Bahamas Missed ‘Free Will’ Reform Of Taxation System


Tribune Business Editor


The Bahamas missed “a golden opportunity” to get ahead of its competitors when it elected to implement Value-Added Tax (VAT) instead of a ‘low rate’ corporate /income tax regime, a financial services provider said yesterday.

Paul Moss, Dominion Management Services’ president, told Tribune Business that the Bahamas now faced having such reforms imposed on it by outside pressure, rather than adopting them of its own free will and becoming a market leader.

Warning that this nation will continue to face unrelenting pressure from the likes of the European Union (EU) and OECD, Mr Moss said the Bahamas would have to adapt to a “tax transparent” environment whether it liked it or not.

“We have to be seen to be doing certain things,” he told Tribune Business. “It’s no good for us to be resolute and be forced into doing concessions that outside countries would like us to do.

“We should have implemented a corporate and income tax regime for ourselves, not the EU, and not be forced to do so. One thing is certain. There’s going to be a lot more pressure coming on the Bahamas to change the way we do business.”

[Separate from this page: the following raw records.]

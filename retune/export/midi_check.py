"""Reading a written MIDI file back, and comparing all that sounds with the tuned pitches.

A note of the file is compared with the tuned note of its part that starts at its tick: its
pitch at the note-on, its pitch at the end of every segment, and that on the way from one to the
next it never leaves the span between the two.
"""

from __future__ import annotations

import math
from collections import defaultdict
from collections.abc import Callable, Iterator, Mapping, Sequence
from fractions import Fraction

from retune.adapters.midi import RawMidi, read_midi_file
from retune.errors import OutputError, RetuneError
from retune.export.bend import nearest_key
from retune.export.midi_plan import pitch_of
from retune.export.midi_receiver import HeardNote, heard_notes
from retune.export.ticks import Ticks
from retune.limits import Limits
from retune.tuning.model import TunedNote, TunedScore

_SLACK = 1e-6
"""Cents of float noise that are no error."""

_FAULT = "This is a fault of retune; please report it with the score, if you may"

Receiver = Callable[[RawMidi], list[HeardNote]]
"""A synth: a file's notes as they sound."""

_Target = tuple[float, TunedNote]
"""Pitch at the onset as a float key number, and the note."""


def check_midi(
    data: bytes,
    tuned: TunedScore,
    step: float,
    parts: Sequence[int] | None = None,
    tracks: Mapping[int, int] | None = None,
    receive: Receiver = heard_notes,
) -> str:
    """Compare a file's bytes with a tuned score; `step` is that of its pitches in cents.

    `parts` are those that the file plays, in the order of its tracks after the conductor's; all
    of them by default. Where the order is another, `tracks` gives the track of each part played.
    `receive` is the synth: it makes of a file the notes that sound.

    Returns
    -------
    str
        A line with the greatest rounding error.

    Raises
    ------
    OutputError
        A note is missing, too many, never released or struck twice, or its pitch is off by
        more than half a step.
    """
    try:
        raw = read_midi_file(data, Limits(max_bytes=len(data), max_notes=len(data)))
        heard = receive(raw)
    except RetuneError as error:
        raise OutputError(f"the MIDI file reads back wrong: {error.what}", hint=_FAULT) from error
    if not isinstance(raw.division, int):
        raise OutputError("the MIDI file reads back without ticks a quarter note", hint=_FAULT)
    played = range(len(tuned.score.parts)) if parts is None else parts
    # The conductor track comes before the parts.
    if tracks is None:
        tracks = {part: track for track, part in enumerate(played, start=1)}
    comparison = _Comparison(tuned, tracks, Ticks(raw.division), step)
    worst = max((comparison.error(*pair) for pair in comparison.pairs(heard)), default=0.0)
    return f"read back: {len(heard):,} notes, greatest rounding error {worst:.4f} cents"


class _Comparison:
    """Compares notes heard with notes tuned; `step` is in cents."""

    def __init__(
        self, tuned: TunedScore, tracks: Mapping[int, int], ticks: Ticks, step: float
    ) -> None:
        self._tuned = tuned
        self._tracks = tracks
        self._ticks = ticks
        self._step = step
        self._bound = step / 2 + _SLACK

    def pairs(self, heard: list[HeardNote]) -> Iterator[tuple[HeardNote, TunedNote]]:
        """Every note heard with its tuned note: those of one part and onset, low to high."""
        targets: dict[tuple[int, int], list[_Target]] = defaultdict(list)
        for note in self._tuned.notes:
            track = self._tracks.get(note.note.part)
            if track is None:
                continue
            place = (track, self._ticks.at(note.note.onset))
            targets[place].append((pitch_of(self._tuned, note, note.segments[0]), note))
        found: dict[tuple[int, int], list[HeardNote]] = defaultdict(list)
        for one in heard:
            found[one.track, one.on].append(one)
        if extra := found.keys() - targets.keys():
            track, tick = min(extra, key=lambda place: place[1])
            raise OutputError(f"track {track + 1} plays a note at tick {tick} that no part has")
        for place, wanted in targets.items():
            wanted.sort(key=self._rank)
            there = sorted(found[place], key=lambda one: (one.key, one.off, one.pitch, one.last))
            if len(there) != len(wanted):
                raise self._fault(wanted[0][1], f"sounds {len(there)} times, not {len(wanted)}")
            yield from zip(there, (note for _, note in wanted), strict=True)

    def _rank(self, target: _Target) -> tuple[int, Fraction, int, float]:
        """Key, length, steps above the key, and last pitch: they tell two notes in unison apart,
        a hair from one another, in the order that they are heard in."""
        pitch, note = target
        key = nearest_key(pitch)
        steps = math.floor(100.0 * (pitch - key) / self._step + 0.5)
        last = pitch_of(self._tuned, note, note.segments[-1])
        return key, note.note.duration, steps, last

    def error(self, heard: HeardNote, tuned: TunedNote) -> float:
        """Greatest error in cents; raises `OutputError` beyond the bound."""
        self._require_length(heard, tuned)
        moves = iter(heard.moves)
        move = next(moves, None)
        before, pitch, worst = None, heard.pitch, 0.0
        for segment in tuned.segments:
            target = pitch_of(self._tuned, tuned, segment)
            low, high = sorted((target if before is None else before, target))
            end = self._ticks.at(segment.end)
            while move is not None and move[0] < end:
                pitch = move[1]
                self._require(tuned, 100.0 * max(low - pitch, pitch - high))
                move = next(moves, None)
            error = 100.0 * abs(pitch - target)
            self._require(tuned, error)
            worst, before = max(worst, error), target
        self._require(
            tuned, 100.0 * abs(heard.pitch - pitch_of(self._tuned, tuned, tuned.segments[0]))
        )
        return worst

    def _require(self, tuned: TunedNote, error: float) -> None:
        if error > self._bound:
            raise self._fault(tuned, f"is {error:.4f} cents off its tuned pitch")

    def _require_length(self, heard: HeardNote, tuned: TunedNote) -> None:
        """Released at its end; a tick early where parts share channels."""
        end = self._ticks.at(tuned.note.end)
        if heard.off not in (end, end - 1, heard.on + 1):
            raise self._fault(tuned, f"is released at tick {heard.off}, not {end}")

    def _fault(self, tuned: TunedNote, what: str) -> OutputError:
        note = tuned.note
        place = self._tuned.score.place(note.onset, note.part)
        return OutputError(f"the MIDI file reads back wrong: {note.pitch} {what}", place, _FAULT)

Mr Moss added that the Bahamian financial services industry’s needs, and the potential threats to it, were not well understood by the nation’s political leaders.

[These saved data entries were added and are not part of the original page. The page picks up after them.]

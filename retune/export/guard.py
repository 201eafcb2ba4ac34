"""Exporters held to their contract while they work.

What a plug-in does wrong (an exception of its own, a file that is no file, a name that leads out
of the folder, contents that are no bytes) becomes an `OutputError` that says which output of
which distribution failed; nothing is written then. A `RetuneError` that it raises itself passes
as it is, and the cause stands behind every other for `--debug`.
"""

from __future__ import annotations

from collections.abc import Callable, Iterator, Sequence
from contextlib import contextmanager
from dataclasses import replace
from typing import Any, TypeVar

from retune.adapters.filenames import check_names
from retune.errors import OutputError, RetuneError
from retune.export.base import LateFile, Output, OutputFile
from retune.export.registry import Entry
from retune.tracks.take import Take

Made = TypeVar("Made", bytes, str)


def files_of(entry: Entry, takes: Sequence[Take], options: Any) -> list[Output]:
    """All files that one exporter makes of the takes, each guarded until it is on the disk.

    Raises
    ------
    OutputError
        The exporter failed or broke its contract; it is named, with its distribution.
    RetuneError
        What the exporter raises itself.
    """
    with _blamed(entry):
        made = [_guarded(entry, file) for file in entry.exporter.export(takes, options)]
    try:
        check_names([file.name for file in made])
    except OutputError as error:
        raise _fault(entry, f"made what cannot be written: {error.what}") from None
    return made


def _guarded(entry: Entry, file: object) -> Output:
    """The same file, whose late contents and check are watched too; raises `OutputError`."""
    if not isinstance(file, OutputFile | LateFile):
        raise _fault(entry, f"made a {_kind(file)} where a file was expected")
    for what, value in (("name", file.name), ("note", file.note), ("series", file.series)):
        if not isinstance(value, str):
            raise _fault(entry, f"made a file whose {what} is a {_kind(value)}, not text")
    if file.check is not None and not callable(file.check):
        raise _fault(entry, f"made a file whose check is a {_kind(file.check)}: {file.name}")
    check = None if file.check is None else _checking(entry, file.name, file.check)
    if isinstance(file, LateFile):
        return replace(file, render=_rendering(entry, file.name, file.render), check=check)
    return replace(file, data=_required(entry, file.name, file.data, bytes), check=check)


def _rendering(entry: Entry, name: str, render: Callable[[], bytes]) -> Callable[[], bytes]:
    def guarded() -> bytes:
        with _blamed(entry, name):
            return _required(entry, name, render(), bytes)

    return guarded


def _checking(entry: Entry, name: str, check: Callable[[bytes], str]) -> Callable[[bytes], str]:
    def guarded(data: bytes) -> str:
        with _blamed(entry, name):
            return _required(entry, name, check(data), str)

    return guarded


def _required(entry: Entry, name: str, value: object, kind: type[Made]) -> Made:
    if isinstance(value, kind):
        return value
    what = "holds" if kind is bytes else "is checked with"
    raise _fault(entry, f"made a file that {what} a {_kind(value)}, not {kind.__name__}: {name}")


@contextmanager
def _blamed(entry: Entry, name: str = "") -> Iterator[None]:
    """Turn whatever a plug-in raises, except for `RetuneError`, into an error that names it."""
    try:
        yield
    except RetuneError:
        raise
    # Foreign code may raise anything, and may call sys.exit.
    except (Exception, SystemExit) as error:
        where = f" at {name}" if name else ""
        raise _fault(entry, f"failed{where}: {type(error).__name__}: {error}") from error


def _fault(entry: Entry, what: str) -> OutputError:
    return OutputError(
        f"the output {entry.exporter.name} of {entry.distribution} {what}",
        hint="Leave this output out; its makers can use what --debug prints",
    )


def _kind(value: object) -> str:
    return type(value).__name__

“The danger I see is that because we have leaders that do not understand the industry, they will succumb to pressure,” Mr Moss told Tribune Business.

“The pressure is not going to let up, and if we have leaders who refuse to be proactive, we’re clearly going to be playing catch up and we will have people shaking our cage on how we’re going to respond. They know we’re going to have knee jerk reactions.”

Mr Moss was speaking after the EU gave the Bahamas two ‘red flag warning’ scores while rating 81 different jurisdictions for their co-operation on tax matters.

The Bahamas and nine other countries - mainly its fellow international financial centre (IFC) rivals - were ‘red flagged’ for having either no, or a zero rate, corporate income tax.

The Brussels-based EU Commission also placed a ‘red flag’ against the Bahamas when it came to transparency and the exchange of tax information, although on the third and final criteria - the existence of a ring-fenced preferential tax regime - this nation received a clean bill of health.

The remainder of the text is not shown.